I’m happy to share my latest research on visual storytelling. This work addresses a critical challenge in AI systems: generating coherent stories from visual content while maintaining consistent character identities and avoiding referential hallucinations.
What We Studied
Visual storytelling systems face significant challenges when processing multiple images to create narrative content. Current approaches struggle with two fundamental problems: maintaining character identity across different frames and correctly linking actions to the appropriate subjects. These issues frequently lead to referential hallucinations, where the system incorrectly attributes actions to the wrong characters or creates inconsistent character references.
We developed StoryReasoning, a dataset containing 4,178 stories derived from 52,016 movie images.
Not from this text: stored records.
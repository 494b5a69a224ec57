"""``compensator budget``: the gain error a compensation law leaves on a board."""

from __future__ import annotations

import sys

from compensator.cli._common import (
    EXIT_OK,
    LAW_FLAGS,
    add_json_flag,
    add_law_arguments,
    format_table,
    law_from_args,
    locate_law_error,
    non_negative_float,
    print_json,
    temperature_c,
    usage_error,
)
from compensator.errors import ModelError
from compensator.law import gain_error_budget
from compensator.law.budget import (
    DEFAULT_CURRENT_UNCERTAINTY_PCT,
    DEFAULT_RAMP_K_PER_MIN,
    DEFAULT_SAMPLES,
    DEFAULT_SEED,
)

__all__ = ["HAZARDOUS_DC_V", "ORDER", "register", "run"]

ORDER = 40

#: IEC 61010-1 treats more than 60 V dc as hazardous live in normal dry conditions.
HAZARDOUS_DC_V = 60.0

#: Library argument names of the budget -> the command-line flags that carry them (the law's flags included).
_FLAGS = {**LAW_FLAGS, "calibration_temp_c": "--calibration-temp-c", "samples": "--samples", "seed": "--seed",
          "current_uncertainty_pct": "--current-uncertainty-pct", "ramp_k_per_min": "--ramp-k-per-min"}


def register(subparsers) -> None:
    parser = subparsers.add_parser(
        "budget", help="gain-error budget of a compensation law: each term, RSS, worst case, Monte Carlo",
        description="Propagate every error source of the board (sensor, converters, references, resistors and "
                    "their drifts, the sensor's lag at an enclosure ramp) and of the sensor calibration to gain "
                    "error (percent) over the board's operating range, before and after a one-point calibration, "
                    "and check the figures with a seeded Monte Carlo of the whole chain. Exit status 2 when the "
                    "supply cannot follow the law over the whole range. JSON fields: see the README.",
        epilog="Caution: the bias these figures plan can exceed 60 V dc, which IEC 61010-1 treats as hazardous "
               "live; building and installing supplies follows local codes and licensed practice.")
    add_law_arguments(parser)
    parser.add_argument("--calibration-temp-c", type=temperature_c, default=None, metavar="T",
                        help="temperature of the one-point gain calibration, degree Celsius "
                             "(default: the breakdown reference temperature)")
    parser.add_argument("--current-uncertainty-pct", type=non_negative_float, default=None,
                        metavar="P", help="accuracy of the modelled current for --drop-correction modelled, percent "
                                          f"(default {DEFAULT_CURRENT_UNCERTAINTY_PCT:g})")
    parser.add_argument("--ramp-k-per-min", type=non_negative_float, default=DEFAULT_RAMP_K_PER_MIN, metavar="R",
                        help="enclosure temperature ramp for the sensor-lag term, kelvin per minute "
                             f"(default {DEFAULT_RAMP_K_PER_MIN:g}, an assumption: give the instrument's own)")
    parser.add_argument("--samples", type=int, default=DEFAULT_SAMPLES, metavar="N",
                        help=f"Monte Carlo samples (default {DEFAULT_SAMPLES}; 0 skips it)")
    parser.add_argument("--seed", type=int, default=DEFAULT_SEED, metavar="N",
                        help=f"Monte Carlo seed (default {DEFAULT_SEED}; 0 or more)")
    add_json_flag(parser)
    parser.set_defaults(handler=run)


def _as_dict(budget, sipm, board, law) -> dict:
    mc = budget.monte_carlo
    return {
        "sipm": sipm.name, "board": board.name, "law": law.kind, "quantity": budget.quantity,
        "overvoltage_v": law.overvoltage_v, "drop_correction": law.drop_correction,
        "photon_rate_hz": law.photon_rate_hz, "temp_range_c": [law.min_temp_c, law.max_temp_c],
        "calibration_temp_c": budget.calibration_temp_c, "current_uncertainty_pct": budget.current_uncertainty_pct,
        "ramp_k_per_min": budget.ramp_k_per_min, "breakdown_offset_v": law.breakdown_offset_v,
        "terms": [{"key": t.key, "name": t.name, "kind": t.kind, "limit_pct": t.limit_pct, "std_pct": t.std_pct,
                   "calibrated_limit_pct": t.calibrated_limit_pct, "calibrated_std_pct": t.calibrated_std_pct,
                   "worst_temp_c": t.worst_temp_c, "note": t.note} for t in budget.terms],
        "rss_pct": budget.rss_pct, "worst_case_pct": budget.worst_case_pct, "systematic_pct": budget.systematic_pct,
        "calibrated_rss_pct": budget.calibrated_rss_pct,
        "calibrated_worst_case_pct": budget.calibrated_worst_case_pct,
        "dominant": budget.dominant, "calibrated_dominant": budget.calibrated_dominant,
        "findings": [{"code": f.code, "severity": f.severity.value, "message": f.message} for f in budget.findings],
        "monte_carlo": None if mc is None else {
            "seed": mc.seed, "samples": mc.samples, "std_pct": mc.std_pct, "mean_abs_pct": mc.mean_abs_pct,
            "p99_abs_pct": mc.p99_abs_pct, "max_abs_pct": mc.max_abs_pct,
            "calibrated_std_pct": mc.calibrated_std_pct, "calibrated_p99_abs_pct": mc.calibrated_p99_abs_pct,
            "std_vs_rss": mc.std_pct / budget.rss_pct if budget.rss_pct else None},
    }


def run(args) -> int:
    if args.seed < 0:
        raise usage_error("--seed", f"must be 0 or more, got {args.seed}")
    sipm, board, law = law_from_args(args)
    if args.current_uncertainty_pct is not None and law.drop_correction != "modelled":
        raise usage_error("--current-uncertainty-pct",
                          f"applies only to --drop-correction modelled, not {law.drop_correction}")
    current_uncertainty_pct = (DEFAULT_CURRENT_UNCERTAINTY_PCT if args.current_uncertainty_pct is None
                               else args.current_uncertainty_pct)
    try:
        budget = gain_error_budget(law, board, calibration_temp_c=args.calibration_temp_c, samples=args.samples,
                                   seed=args.seed, current_uncertainty_pct=current_uncertainty_pct,
                                   ramp_k_per_min=args.ramp_k_per_min)
    except ModelError as exc:
        raise locate_law_error(exc, args.sipm, _FLAGS) from None
    for finding in budget.findings:
        print(f"compensator: {finding}", file=sys.stderr)
    if args.json:
        print_json(_as_dict(budget, sipm, board, law))
        return EXIT_OK
    _print_text(budget, sipm, board, law)
    return EXIT_OK


def _print_text(budget, sipm, board, law) -> None:
    drop = {"none": "not corrected", "modelled": "corrected from the modelled current",
            "measured": "corrected from the measured current"}[law.drop_correction]
    what = "response (gain x PDE x crosstalk x light yield)" if budget.quantity == "response" else "gain"
    print(f"{sipm.name} on {board.name}: {law.kind.replace('_', ' ')} law at {law.overvoltage_v:g} V, drop {drop}, "
          f"{law.min_temp_c:g} to {law.max_temp_c:g} C")
    print(f"{what} error over the range, percent; 'cal' = after a one-point calibration at "
          f"{budget.calibration_temp_c:g} C; limits are tolerance bounds, half an LSB, or 3 sigma; largest over "
          f"the range")
    rows = [(t.name, t.kind, t.limit_pct, t.std_pct, t.calibrated_limit_pct, t.calibrated_std_pct, t.worst_temp_c,
             t.note) for t in budget.terms]
    print(format_table(rows, ["term", "kind", "limit_%", "1sigma_%", "cal_limit_%", "cal_1sigma_%", "worst_at_c",
                              "note"], ["", "", ".4f", ".4f", ".4f", ".4f", ".1f", ""]))
    names = {t.key: t.name for t in budget.terms}
    print(f"root-sum-square (1 sigma): {budget.rss_pct:.4f} %   after calibration: {budget.calibrated_rss_pct:.4f} %")
    print(f"worst case (limits + systematic): {budget.worst_case_pct:.4f} %   after calibration: "
          f"{budget.calibrated_worst_case_pct:.4f} %")
    print(f"dominant term: {names[budget.dominant]}; after calibration: {names[budget.calibrated_dominant]}")
    mc = budget.monte_carlo
    if mc is not None:
        print(f"Monte Carlo (seed {mc.seed}, {mc.samples} samples, full chain with quantisation): "
              f"std {mc.std_pct:.4f} % (first-order RSS {budget.rss_pct:.4f} %), 99th percentile "
              f"{mc.p99_abs_pct:.4f} %, after calibration std {mc.calibrated_std_pct:.4f} %")
    if board.max_bias_v > HAZARDOUS_DC_V:
        print(f"caution: {board.name} may set up to {board.max_bias_v:g} V; above 60 V dc is hazardous live "
              "(IEC 61010-1): follow local codes and licensed practice")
The dataset features both structured scene analyses and grounded stories that maintain character and object consistency across frames through explicit modeling of multi-frame relationships using structured tabular representations.
Our approach incorporates three key innovations:
- Cross-frame object re-identification using visual similarity and face recognition
- Chain-of-thought reasoning for explicit narrative modeling
- Multi-frame grounding scheme that links textual elements to visual entities consistently across multiple images
Key Findings
Our experimental results demonstrate substantial improvements in story generation quality:
Significant reduction in hallucinations: Fine-tuning Qwen2.5-VL 7B on StoryReasoning created “Qwen Storyteller,” which reduced hallucinations from 4.06 to 3.56 per story on average – a 12.3% improvement compared to the non-fine-tuned model.
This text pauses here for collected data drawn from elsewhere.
def register(subparsers) -> None:
    from compensator.loops.tuning import DEFAULT_MS, METHODS

    p = subparsers.add_parser(
        COMMAND,
        help=HELP,
        description=(
            "Tune PI (or PID with --pid) gains in parallel form u = kp e + ki integral(e) + kd de/dt for the "
            "thermoelectric-cooler loop (--plant THERMAL_PROFILE, linearised at its setpoint), the bias supply "
            "loop (--plant BOARD_PROFILE) or a given model (--fopdt / --sopdt), then verify gain and phase "
            "margin, Ms and the closed-loop step on the loop discretised at the firmware rate (zero-order "
            "hold, exact dead time, one sample of computation delay). The rules see the model's dead time "
            "plus 1.5 samples for the hold and computation delay unless --ignore-sampling-delay. Exit status "
            "1 when the verified loop is unstable."),
    )
    src = p.add_mutually_exclusive_group(required=True)
    src.add_argument("--plant", metavar="FILE", help="a thermal profile (cooler loop) or board profile (bias loop)")
    src.add_argument("--fopdt", nargs=3, type=float, metavar=("K", "TAU_S", "DEAD_TIME_S"),
                     help="first order plus dead time: gain, time constant (s), dead time (s)")
    src.add_argument("--sopdt", nargs=4, type=float, metavar=("K", "TAU1_S", "TAU2_S", "DEAD_TIME_S"),
                     help="second order plus dead time (needed for SIMC PID)")
    p.add_argument("--method", required=True, choices=METHODS,
                   help="simc, amigo, imc, zn (step-response rule), zn-cycle (ultimate-cycle rule) or robust "
                        "(largest integral gain with Ms <= --ms)")
    p.add_argument("--pid", action="store_true", help="tune a PID instead of a PI")
    p.add_argument("--ms", type=float, default=DEFAULT_MS, help=f"Ms bound for --method robust (default {DEFAULT_MS})")
    p.add_argument("--rate-hz", type=float, help="firmware loop rate, hertz (default: the profile's control.rate_hz)")
    p.add_argument("--tau-c", type=float, metavar="SECONDS",
                   help="closed-loop time constant: tau_c for simc (default: the dead time), lambda for imc")
    p.add_argument("--ignore-sampling-delay", action="store_true",
                   help="apply the rules to the continuous model as given (no 1.5-sample allowance)")
    op = p.add_argument_group("operating point (thermal profiles)")
    op.add_argument("--setpoint-temp-c", type=float, help="cold-plate setpoint, degree C (default: the profile's)")
    op.add_argument("--ambient-temp-c", type=float, help="ambient, degree C (default: the profile's)")
    op.add_argument("--current-a", type=float,
                    help="linearise at this current instead of the setpoint's (to study other operating points)")
    op.add_argument("--ambient-range", nargs=2, type=float, metavar=("MIN_C", "MAX_C"),
                    help="re-verify the gains with the cooler linearised at ambients across this range (field "
                         "enclosures: -25 45); with --method robust the Ms bound must hold at every one")
    p.add_argument("--regulator-tau-s", type=float,
                   help="bias regulator time constant, s (board profiles; default: the profile's "
                        "supply.regulator_time_constant_s)")
    em = p.add_argument_group("C emission (--emit-c)")
    em.add_argument("--emit-c", metavar="DIR", help="write the fixed-point PID as C99 header and source into DIR")
    em.add_argument("--name", help="C symbol prefix and file stem (default: cooler_pid, bias_pid or loop_pid)")
    em.add_argument("--input-per-count", type=float,
                    help=f"measurement units per input count (cooler default {COOLER_INPUT_PER_COUNT_K} K; "
                         "board default one DAC step of bias, volt)")
    em.add_argument("--output-per-count", type=float,
                    help=f"actuator units per output count (cooler default {COOLER_OUTPUT_PER_COUNT_A} A; "
                         "board default 1 DAC code)")
    em.add_argument("--out-min", type=float, help="lowest actuator value (default: -max current, or DAC code 0)")
    em.add_argument("--out-max", type=float,
                    help="highest actuator value (default: the current of maximum cooling, or the full-scale code)")
    p.add_argument("--plot", metavar="DIR", help="write Bode, sensitivity and step figures (PNG) into DIR")
    p.add_argument("--force", action="store_true", help="replace existing plot and C files")
    add_json_flag(p)
    p.set_defaults(handler=run)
End-to-end performance: The fine-tuned model performs comprehensive scene understanding, including object detection, re-identification, and landmark detection while maintaining consistent object references throughout multi-frame stories.
Structured reasoning capabilities: The chain-of-thought approach enables explicit narrative modeling, allowing the system to reason about character relationships and story progression in a more systematic way.
Cross-frame consistency: Our re-identification system successfully tracks characters and objects across different frames, enabling coherent storytelling that maintains visual and narrative continuity.
The results establish that combining structured scene analysis with grounded story generation significantly improves the quality and reliability of AI-generated visual narratives, with important implications for content creation, educational applications, and accessibility tools.